Collected data entries
########################################
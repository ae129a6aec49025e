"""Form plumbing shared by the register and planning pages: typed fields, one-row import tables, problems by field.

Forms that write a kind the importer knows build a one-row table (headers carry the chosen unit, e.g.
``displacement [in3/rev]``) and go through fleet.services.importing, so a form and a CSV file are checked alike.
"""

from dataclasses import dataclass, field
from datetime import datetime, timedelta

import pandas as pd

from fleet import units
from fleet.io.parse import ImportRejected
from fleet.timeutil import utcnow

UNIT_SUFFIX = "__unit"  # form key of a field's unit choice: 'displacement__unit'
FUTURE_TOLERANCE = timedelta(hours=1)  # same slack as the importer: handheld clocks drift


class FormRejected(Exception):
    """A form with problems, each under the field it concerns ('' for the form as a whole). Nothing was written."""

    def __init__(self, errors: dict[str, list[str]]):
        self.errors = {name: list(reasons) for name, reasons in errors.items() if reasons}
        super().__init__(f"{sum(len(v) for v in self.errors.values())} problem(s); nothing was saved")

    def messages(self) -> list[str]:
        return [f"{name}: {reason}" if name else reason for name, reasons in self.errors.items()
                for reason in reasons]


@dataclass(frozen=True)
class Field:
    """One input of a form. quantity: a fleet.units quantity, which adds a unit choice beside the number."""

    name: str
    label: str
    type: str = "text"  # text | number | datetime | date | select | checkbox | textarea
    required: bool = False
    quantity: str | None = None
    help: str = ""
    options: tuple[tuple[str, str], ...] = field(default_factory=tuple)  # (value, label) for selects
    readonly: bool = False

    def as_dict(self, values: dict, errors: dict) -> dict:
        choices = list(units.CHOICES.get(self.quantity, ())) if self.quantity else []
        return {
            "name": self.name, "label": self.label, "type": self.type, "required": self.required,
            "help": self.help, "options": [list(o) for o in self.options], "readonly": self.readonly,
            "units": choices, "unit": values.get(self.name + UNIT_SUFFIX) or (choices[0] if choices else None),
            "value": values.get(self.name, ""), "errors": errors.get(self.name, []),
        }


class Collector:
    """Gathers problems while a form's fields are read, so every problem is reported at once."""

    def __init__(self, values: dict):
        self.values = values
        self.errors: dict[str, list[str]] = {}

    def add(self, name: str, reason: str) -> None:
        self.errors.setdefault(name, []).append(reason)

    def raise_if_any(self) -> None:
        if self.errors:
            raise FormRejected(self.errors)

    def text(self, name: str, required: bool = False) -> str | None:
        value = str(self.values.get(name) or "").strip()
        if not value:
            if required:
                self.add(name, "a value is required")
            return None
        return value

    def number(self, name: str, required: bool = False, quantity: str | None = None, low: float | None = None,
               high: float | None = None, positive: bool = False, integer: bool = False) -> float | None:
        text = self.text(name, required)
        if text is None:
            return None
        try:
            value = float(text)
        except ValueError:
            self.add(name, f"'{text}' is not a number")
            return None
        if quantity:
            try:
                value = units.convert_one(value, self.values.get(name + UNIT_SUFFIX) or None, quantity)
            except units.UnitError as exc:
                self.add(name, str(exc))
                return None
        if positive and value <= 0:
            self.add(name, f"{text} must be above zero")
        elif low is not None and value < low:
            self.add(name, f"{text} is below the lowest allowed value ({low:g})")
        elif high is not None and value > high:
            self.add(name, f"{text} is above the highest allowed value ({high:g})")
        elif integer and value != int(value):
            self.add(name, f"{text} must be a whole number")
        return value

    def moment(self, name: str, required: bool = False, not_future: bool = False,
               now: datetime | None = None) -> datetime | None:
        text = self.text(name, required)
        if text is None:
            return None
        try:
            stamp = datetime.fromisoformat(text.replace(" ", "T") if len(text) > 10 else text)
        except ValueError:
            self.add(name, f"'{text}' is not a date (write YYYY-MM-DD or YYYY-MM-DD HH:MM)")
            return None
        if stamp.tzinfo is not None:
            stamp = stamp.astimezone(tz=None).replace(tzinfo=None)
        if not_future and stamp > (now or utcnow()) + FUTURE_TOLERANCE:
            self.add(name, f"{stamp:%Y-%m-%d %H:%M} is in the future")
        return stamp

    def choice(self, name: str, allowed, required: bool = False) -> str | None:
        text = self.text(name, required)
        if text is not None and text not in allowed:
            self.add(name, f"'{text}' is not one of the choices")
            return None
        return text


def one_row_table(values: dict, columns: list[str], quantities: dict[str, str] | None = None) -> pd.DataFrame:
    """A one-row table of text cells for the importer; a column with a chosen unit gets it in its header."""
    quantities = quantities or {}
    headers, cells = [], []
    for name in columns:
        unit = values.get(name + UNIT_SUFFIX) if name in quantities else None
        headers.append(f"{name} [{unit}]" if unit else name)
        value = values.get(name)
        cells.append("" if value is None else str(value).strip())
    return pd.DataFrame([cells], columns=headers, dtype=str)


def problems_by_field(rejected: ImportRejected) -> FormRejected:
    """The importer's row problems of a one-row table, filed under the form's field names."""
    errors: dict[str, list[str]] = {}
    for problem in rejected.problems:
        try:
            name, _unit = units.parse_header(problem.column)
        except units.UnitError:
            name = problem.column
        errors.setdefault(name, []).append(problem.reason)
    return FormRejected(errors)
########################################
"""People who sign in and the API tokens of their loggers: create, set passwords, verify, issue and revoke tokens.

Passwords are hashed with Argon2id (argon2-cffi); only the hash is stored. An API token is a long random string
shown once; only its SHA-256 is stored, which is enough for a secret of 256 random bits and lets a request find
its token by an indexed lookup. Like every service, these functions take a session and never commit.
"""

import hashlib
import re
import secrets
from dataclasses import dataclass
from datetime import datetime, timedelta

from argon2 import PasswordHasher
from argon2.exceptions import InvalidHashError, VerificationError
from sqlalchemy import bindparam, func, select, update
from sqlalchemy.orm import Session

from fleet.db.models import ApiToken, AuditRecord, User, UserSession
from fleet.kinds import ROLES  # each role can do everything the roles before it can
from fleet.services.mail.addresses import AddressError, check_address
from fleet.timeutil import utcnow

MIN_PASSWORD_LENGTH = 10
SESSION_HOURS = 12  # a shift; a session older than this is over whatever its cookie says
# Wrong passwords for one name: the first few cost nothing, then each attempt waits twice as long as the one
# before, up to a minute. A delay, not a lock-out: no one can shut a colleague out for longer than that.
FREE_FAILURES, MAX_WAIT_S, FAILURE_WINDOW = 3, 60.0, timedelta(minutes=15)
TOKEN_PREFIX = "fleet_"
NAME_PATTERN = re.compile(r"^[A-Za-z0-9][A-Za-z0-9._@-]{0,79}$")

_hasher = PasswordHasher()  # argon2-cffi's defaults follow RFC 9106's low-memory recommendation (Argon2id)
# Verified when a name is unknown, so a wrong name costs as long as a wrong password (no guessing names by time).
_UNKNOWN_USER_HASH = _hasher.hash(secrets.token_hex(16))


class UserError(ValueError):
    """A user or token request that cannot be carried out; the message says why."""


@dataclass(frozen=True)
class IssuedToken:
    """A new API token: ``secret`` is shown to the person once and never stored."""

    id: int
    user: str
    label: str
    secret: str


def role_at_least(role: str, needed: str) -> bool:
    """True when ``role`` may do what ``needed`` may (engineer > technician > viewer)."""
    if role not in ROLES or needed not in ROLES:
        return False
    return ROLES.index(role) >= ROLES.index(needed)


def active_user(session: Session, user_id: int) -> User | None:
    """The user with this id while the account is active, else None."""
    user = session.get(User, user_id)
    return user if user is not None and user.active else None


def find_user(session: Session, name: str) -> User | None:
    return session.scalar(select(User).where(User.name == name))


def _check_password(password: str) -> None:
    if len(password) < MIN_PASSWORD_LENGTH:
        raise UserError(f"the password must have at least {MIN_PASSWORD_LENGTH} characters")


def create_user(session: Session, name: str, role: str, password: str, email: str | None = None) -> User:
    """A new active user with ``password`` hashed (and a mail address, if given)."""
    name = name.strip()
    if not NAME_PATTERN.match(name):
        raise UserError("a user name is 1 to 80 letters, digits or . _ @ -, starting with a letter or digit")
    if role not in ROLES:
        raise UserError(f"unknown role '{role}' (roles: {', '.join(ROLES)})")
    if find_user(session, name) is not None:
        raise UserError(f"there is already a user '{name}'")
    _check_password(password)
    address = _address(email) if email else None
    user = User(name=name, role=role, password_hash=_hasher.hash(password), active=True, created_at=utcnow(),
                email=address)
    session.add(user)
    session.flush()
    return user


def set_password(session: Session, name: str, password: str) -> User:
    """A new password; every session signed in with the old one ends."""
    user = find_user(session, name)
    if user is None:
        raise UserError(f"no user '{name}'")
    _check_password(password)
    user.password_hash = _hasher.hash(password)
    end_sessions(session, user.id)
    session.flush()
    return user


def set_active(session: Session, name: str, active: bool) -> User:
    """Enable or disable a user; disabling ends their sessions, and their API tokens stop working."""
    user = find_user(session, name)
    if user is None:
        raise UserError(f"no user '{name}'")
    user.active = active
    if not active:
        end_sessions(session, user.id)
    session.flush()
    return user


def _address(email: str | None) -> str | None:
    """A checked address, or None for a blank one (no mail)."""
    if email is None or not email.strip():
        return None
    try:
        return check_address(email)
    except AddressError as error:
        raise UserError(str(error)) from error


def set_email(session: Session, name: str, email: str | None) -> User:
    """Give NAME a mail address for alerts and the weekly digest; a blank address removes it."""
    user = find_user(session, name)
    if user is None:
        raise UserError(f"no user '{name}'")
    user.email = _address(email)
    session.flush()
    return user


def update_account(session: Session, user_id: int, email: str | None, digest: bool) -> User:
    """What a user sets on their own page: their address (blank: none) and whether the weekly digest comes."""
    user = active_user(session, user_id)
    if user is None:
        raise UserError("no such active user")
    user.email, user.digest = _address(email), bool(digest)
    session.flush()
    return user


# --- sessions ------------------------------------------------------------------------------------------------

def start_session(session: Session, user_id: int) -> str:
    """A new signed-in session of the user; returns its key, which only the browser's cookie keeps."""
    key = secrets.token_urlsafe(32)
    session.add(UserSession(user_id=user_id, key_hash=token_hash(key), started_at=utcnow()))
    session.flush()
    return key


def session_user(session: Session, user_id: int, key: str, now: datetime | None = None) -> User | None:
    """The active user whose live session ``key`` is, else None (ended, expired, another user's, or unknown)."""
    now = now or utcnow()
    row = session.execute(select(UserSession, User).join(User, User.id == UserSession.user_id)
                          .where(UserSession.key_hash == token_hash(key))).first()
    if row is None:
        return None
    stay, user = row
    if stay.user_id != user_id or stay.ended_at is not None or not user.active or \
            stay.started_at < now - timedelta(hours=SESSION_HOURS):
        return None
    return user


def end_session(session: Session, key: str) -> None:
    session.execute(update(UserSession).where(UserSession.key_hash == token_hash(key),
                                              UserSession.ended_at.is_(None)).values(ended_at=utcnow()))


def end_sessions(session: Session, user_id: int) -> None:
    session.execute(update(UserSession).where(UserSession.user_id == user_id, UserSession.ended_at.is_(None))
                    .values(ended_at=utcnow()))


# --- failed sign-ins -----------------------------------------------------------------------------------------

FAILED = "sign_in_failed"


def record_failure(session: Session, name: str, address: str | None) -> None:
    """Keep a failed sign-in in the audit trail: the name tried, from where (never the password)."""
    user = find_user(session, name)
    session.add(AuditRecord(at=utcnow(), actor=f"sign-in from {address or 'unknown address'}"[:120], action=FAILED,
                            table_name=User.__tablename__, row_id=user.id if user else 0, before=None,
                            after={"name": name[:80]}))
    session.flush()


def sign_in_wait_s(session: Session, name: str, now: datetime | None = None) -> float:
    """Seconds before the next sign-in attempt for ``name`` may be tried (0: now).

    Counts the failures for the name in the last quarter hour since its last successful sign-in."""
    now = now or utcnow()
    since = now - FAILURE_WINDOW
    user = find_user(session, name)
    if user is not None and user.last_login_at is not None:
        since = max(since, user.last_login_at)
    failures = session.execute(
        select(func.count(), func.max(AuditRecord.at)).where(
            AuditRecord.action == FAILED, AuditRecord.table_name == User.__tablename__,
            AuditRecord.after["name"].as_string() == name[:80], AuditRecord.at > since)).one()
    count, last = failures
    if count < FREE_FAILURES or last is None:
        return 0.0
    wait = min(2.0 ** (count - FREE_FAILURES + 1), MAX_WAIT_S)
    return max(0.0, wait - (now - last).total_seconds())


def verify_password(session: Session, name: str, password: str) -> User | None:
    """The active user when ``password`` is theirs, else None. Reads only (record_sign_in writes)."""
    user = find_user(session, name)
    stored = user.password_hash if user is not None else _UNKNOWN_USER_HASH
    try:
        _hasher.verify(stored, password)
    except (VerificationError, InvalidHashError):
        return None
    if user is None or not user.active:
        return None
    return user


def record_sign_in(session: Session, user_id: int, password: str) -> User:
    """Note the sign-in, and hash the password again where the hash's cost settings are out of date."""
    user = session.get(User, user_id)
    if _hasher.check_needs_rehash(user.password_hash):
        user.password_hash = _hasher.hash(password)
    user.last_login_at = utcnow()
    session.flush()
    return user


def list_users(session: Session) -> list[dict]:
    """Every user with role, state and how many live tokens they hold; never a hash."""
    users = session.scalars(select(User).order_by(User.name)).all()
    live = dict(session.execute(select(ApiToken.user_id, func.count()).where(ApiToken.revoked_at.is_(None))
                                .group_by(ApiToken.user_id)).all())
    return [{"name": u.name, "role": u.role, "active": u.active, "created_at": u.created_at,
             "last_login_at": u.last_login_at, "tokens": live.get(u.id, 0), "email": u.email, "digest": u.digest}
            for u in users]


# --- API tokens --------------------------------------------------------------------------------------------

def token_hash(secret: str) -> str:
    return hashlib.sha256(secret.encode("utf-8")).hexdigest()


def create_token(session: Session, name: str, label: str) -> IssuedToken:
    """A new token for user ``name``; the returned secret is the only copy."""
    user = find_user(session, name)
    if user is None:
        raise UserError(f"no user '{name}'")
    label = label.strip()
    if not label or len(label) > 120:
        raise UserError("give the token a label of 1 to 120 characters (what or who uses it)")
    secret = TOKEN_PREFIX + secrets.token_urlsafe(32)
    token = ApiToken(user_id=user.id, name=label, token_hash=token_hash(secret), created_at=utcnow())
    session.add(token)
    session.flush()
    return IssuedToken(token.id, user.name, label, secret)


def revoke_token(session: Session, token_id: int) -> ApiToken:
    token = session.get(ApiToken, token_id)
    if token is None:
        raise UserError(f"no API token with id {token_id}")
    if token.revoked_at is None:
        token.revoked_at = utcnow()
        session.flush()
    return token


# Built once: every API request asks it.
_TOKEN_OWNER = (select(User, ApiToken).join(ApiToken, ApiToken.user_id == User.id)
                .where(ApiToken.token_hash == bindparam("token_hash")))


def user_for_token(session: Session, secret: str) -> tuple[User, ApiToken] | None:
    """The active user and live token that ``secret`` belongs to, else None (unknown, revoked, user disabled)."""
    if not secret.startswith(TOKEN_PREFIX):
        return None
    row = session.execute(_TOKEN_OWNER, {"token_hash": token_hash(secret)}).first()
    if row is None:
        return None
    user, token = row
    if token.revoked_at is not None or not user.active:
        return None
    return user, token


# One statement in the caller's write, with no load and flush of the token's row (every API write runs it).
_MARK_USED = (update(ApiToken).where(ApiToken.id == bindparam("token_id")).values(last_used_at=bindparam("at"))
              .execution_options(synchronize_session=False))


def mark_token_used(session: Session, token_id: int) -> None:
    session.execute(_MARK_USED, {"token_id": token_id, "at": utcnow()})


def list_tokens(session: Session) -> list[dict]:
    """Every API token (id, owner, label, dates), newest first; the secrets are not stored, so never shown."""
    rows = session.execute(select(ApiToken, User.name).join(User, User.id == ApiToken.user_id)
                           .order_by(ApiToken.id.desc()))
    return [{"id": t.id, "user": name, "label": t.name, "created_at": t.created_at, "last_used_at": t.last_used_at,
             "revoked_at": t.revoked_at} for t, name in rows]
########################################
> Task statement
Give the count of lines in the records that contain "hashed", and no other text.

> The completed task
2